Murder, at it's core, is performed with intent, hate, or even in ignorance. Terrible accidents and mistakes happen everyday. Put yourself in the mindset of having to attended a funeral that was the result of a similar tragedy. ( having to go meaning that you are close enough to feel an obligation to show support)

I'm surprised at what you wrote Solomon. You usually write with so much wisdom. I mean no disrespect. I guess I'd like to understand your point of view better.


----------



## solomonb (Jun 21, 2014)

Lumber Jim-- I don't know the legal definition of murder or manslaughter. However, I do know the trials, tribulations and tears that many of us have had trying to become parents and nothing, I mean NOTHING working. At that time, you decide, ( we did) that being a parent was not in the cards. More tears and tribulations. Then it is time to move ahead with life!

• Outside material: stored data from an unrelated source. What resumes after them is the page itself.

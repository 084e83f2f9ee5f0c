"""The quantity on the papers against what the vessel itself says: its level before and after the load.

Differences beyond two standard uncertainties and 3 % of the load are shown: common practice, no source (2 to 3 % is usual).
Nothing is refused: the load is in.
"""

from __future__ import annotations

import datetime as dt
import math
from dataclasses import dataclass
from typing import Any

from chemistry import errors, vessels
from plant.intake import deliveries, ground, lines
from plant.intake.cells import Unreadable
from plant.readings.models import Reading
from plant.stock import models
from plant.works import described
from plant.works.stated import Stated

SHARE_PCT = 3.0
APART = dt.timedelta(minutes=1)
"""The load counts at one instant; the readings beside it stand a minute before and after, so that it lies between them."""


@dataclass(frozen=True)
class Levels:
    """The vessel's level (m) or weight (kg) just before and just after, as typed."""

    before: str
    after: str

    def as_received(self) -> dict[str, str]:
        return {"before": self.before, "after": self.after}


@dataclass(frozen=True)
class Rise:
    """The two readings, and in words how the rise compares."""

    readings: tuple[Reading, ...]
    words: str
    differs: bool


def rise(stated: Stated, delivery: models.Delivery, levels: Levels, here: ground.Ground, by: Any) -> Rise:
    """Raises cells.Unreadable for what can't be a level of this vessel."""
    value = stated.value("vessel", delivery.vessel, delivery.taken_at) or {}
    vessel = described.vessel(delivery.vessel, value)
    parameter, unit = ("weight", "kg") if vessel.on_scale else ("level", "m")
    read = [
        _reading(column, typed, delivery, delivery.taken_at + apart, parameter, unit, here, by)
        for column, typed, apart in (("level_before", levels.before, -APART), ("level_after", levels.after, APART))
    ]
    before, after = (float(one.value or 0.0) for one in read)
    if after <= before:
        raise Unreadable("level_after", f"{levels.after} after, {levels.before} before", "more after than before")
    kept = (read[0], read[1])
    papers = _papers(delivery, here, vessel)
    if papers is None:
        return Rise(kept, "The rise can't be compared: no density is known.", False)
    try:
        found, sd = _rise(vessel, before, after)
    except errors.ChemistryError as problem:
        raise Unreadable("level_after", levels.after, str(problem)) from None
    what = "kg" if vessel.on_scale else "L"
    sd_papers = papers * delivery.quantity_sd_pct / 100
    difference, both = found - papers, math.hypot(sd, sd_papers)
    differs = abs(difference) > 2 * both and abs(difference) > papers * SHARE_PCT / 100
    side = "more" if difference > 0 else "less"
    words = (
        f"The papers say {papers:,.0f} {what}, the vessel rose by {found:,.0f} ± {2 * both:,.0f} {what}: "
        f"{abs(difference):,.0f} {what} {side}."
    )
    end = " Look at the papers, the gauge and the fill line before the driver leaves." if differs else " They agree."
    return Rise(kept, words + end, differs)


def _papers(delivery: models.Delivery, here: ground.Ground, vessel: described.Vessel) -> float | None:
    litres = deliveries.volume_l(delivery, here)
    if not vessel.on_scale:
        return litres
    product = here.value("product", delivery.product, delivery.taken_at) or {}
    density = delivery.density_kg_per_l or product.get("density_kg_per_L")
    if delivery.unit in ("kg", "t", "lb", "g"):
        return float(deliveries.units.mass_kg(delivery.quantity, delivery.unit))
    return None if litres is None or not density else litres * float(density)


def _rise(vessel: described.Vessel, before: float, after: float) -> tuple[float, float]:
    """Litres (kg on a scale) and standard uncertainty of the rise."""
    if vessel.on_scale:
        return after - before, math.sqrt(2) * float(vessel.form.get("weight_sd_kg", 1.0))
    before, after = before * vessel.level_factor, after * vessel.level_factor
    volume = [float(vessels.volume_l(vessel.form, level)) for level in (before, after)]
    area = [
        (float(vessels.volume_l(vessel.form, level)) - float(vessels.volume_l(vessel.form, max(level - 0.01, 0.0)))) / 0.01
        for level in (before, after)
    ]
    return volume[1] - volume[0], math.hypot(*(one * vessel.level_sd_m for one in area))


def _reading(
    column: str, typed: str, delivery: models.Delivery, at: dt.datetime, parameter: str, unit: str, here: ground.Ground, by: Any
) -> Reading:
    found = lines.read_line(
        lines.Typed(
            site=delivery.vessel, timestamp=at.isoformat(), parameter=parameter, value=typed, unit=unit,
            by=str(getattr(by, "display_name", "") or by or "")[:80], note=f"at the delivery, {column.rpartition('_')[2]}",
        ),
        here,
        line=1,
    )  # fmt: skip
    if isinstance(found, lines.Refusal):
        raise Unreadable(column, found.read, found.expected)
    if found.reading.value is None or found.reading.qualifier:
        raise Unreadable(column, typed, "a number")
    return found.reading
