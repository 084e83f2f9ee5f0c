"""The demo's month: what the report prints against pandas over the records as the works itself exports them."""

from __future__ import annotations

import datetime as dt
import io
from io import StringIO

import pandas as pd
import pypdf
import pytest
from django.core.management import call_command
from django.test import Client

from plant import clock
from plant.accounts.models import Person
from plant.ledger import queries as books
from plant.reports import content, facts
from plant.reports.month import gather

pytestmark = pytest.mark.django_db
NOW = dt.datetime(2026, 7, 9, 12, 0, tzinfo=dt.UTC)
FIRST, LAST = dt.date(2026, 6, 1), dt.date(2026, 6, 30)


@pytest.fixture
def exported(settings, tmp_path, monkeypatch) -> pd.DataFrame:
    """All readings from the page's own CSV, with the operating day (from 07:00 local)."""
    settings.WEIRBOOK_DATA = tmp_path
    monkeypatch.setattr(clock, "now", lambda: NOW)
    call_command("make_demo", months=2, stdout=StringIO(), stderr=StringIO())
    client = Client()
    client.force_login(Person.objects.get(username="henrik"))
    answer = client.get("/w/KFW/readings/", {"first": "2026-05-25", "last": "2026-07-08", "export": "csv"})
    text = b"".join(answer.streaming_content) if answer.streaming else answer.content
    table = pd.read_csv(io.BytesIO(text), dtype=str, keep_default_na=False)
    table["at"] = pd.to_datetime(table["timestamp"], utc=True)
    table["day"] = (table["at"].dt.tz_convert("Europe/Berlin").dt.tz_localize(None) - pd.Timedelta(hours=7)).dt.date
    table["number"] = pd.to_numeric(table["value"], errors="coerce")
    return table


def test_what_is_printed_is_what_pandas_makes_of_the_exported_records(exported):
    made = content.draft(gather(books.book("KFW"), 2026, 6, now=NOW))
    printed = pd.read_csv(io.StringIO(facts.to_csv(made)), keep_default_na=False)
    text = "".join(page.extract_text() for page in pypdf.PdfReader(io.BytesIO(content.render(made))).pages)

    # The water of the month: the totaliser between its two boundaries, by elapsed hours between the readings beside each.
    counts = exported[(exported["site"] == "FT-TREATED") & (exported["parameter"] == "totaliser")].sort_values("at")
    series = counts.set_index("at")["number"]

    def at_seven(day: dt.date) -> float:
        moment = pd.Timestamp(dt.datetime.combine(day, dt.time(7)), tz="Europe/Berlin").tz_convert("UTC")
        before, after = series[series.index <= moment], series[series.index >= moment]
        if before.index[-1] == after.index[0]:
            return float(before.iloc[-1])
        share = (moment - before.index[-1]) / (after.index[0] - before.index[-1])
        return float(before.iloc[-1] + share * (after.iloc[0] - before.iloc[-1]))

    water_ml = (at_seven(dt.date(2026, 7, 1)) - at_seven(FIRST)) / 1000
    flow = printed[(printed["table"] == "flow") & (printed["row"] == "FT-TREATED") & (printed["quantity"] == "month")].iloc[0]
    assert float(flow["full_value"]) == pytest.approx(water_ml, rel=1e-6)
    assert flow["value"] in text

    # Counts, lowest, middle, highest at each place.
    month = exported[(exported["day"] >= FIRST) & (exported["day"] <= LAST) & (exported["marks"] == "")]
    checked = 0
    for (site, parameter), label in {
        ("ENTRY", "free_chlorine"): "Free chlorine, mg/L",
        ("ENTRY", "pH"): "pH",
        ("FILTERED", "turbidity"): "Turbidity, NTU",
        ("RAW", "hardness"): "Total hardness, mg/L as CaCO3",
        ("RAW", "temperature"): "Temperature, °C",
    }.items():
        own = month[(month["site"] == site) & (month["parameter"] == parameter) & month["number"].notna()]["number"]
        rows = printed[(printed["table"] == f"quality-{site}") & (printed["row"] == label)].set_index("quantity")
        assert float(rows.loc["lowest", "full_value"]) == pytest.approx(own.min())
        assert float(rows.loc["highest", "full_value"]) == pytest.approx(own.max())
        assert float(rows.loc["middle", "full_value"]) == pytest.approx(own.median())
        assert rows.loc["highest", "value"] in text
        checked += 1
    assert checked == 5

Then, something like this happens. Many folks take human life and procreation for granted-- i.e., we can reproduce, everyone can reproduce. Well, unfortunately that does not always work out to be the case.

At church last Sunday, we had a fill in speaker. He talked about father's day and fatherhood. Then, he asked everyone to turn and hug-- well, I had no one to hug! Some guy next to me said, "I will hug you" and did!! The lady in the next pew had tears in her eyes as she squeezed my hand-- she had no one to hug either. Ackward? Well, I sure thought so. Goofy-- well, I was more offended than anything else. Sadly, one older lady looked for someone to hug, but nobody came around. Now, this mainline Protestant church is in a major downtown and is not a "Huggy" type of congregation!!! There are some churches that are, this one is not.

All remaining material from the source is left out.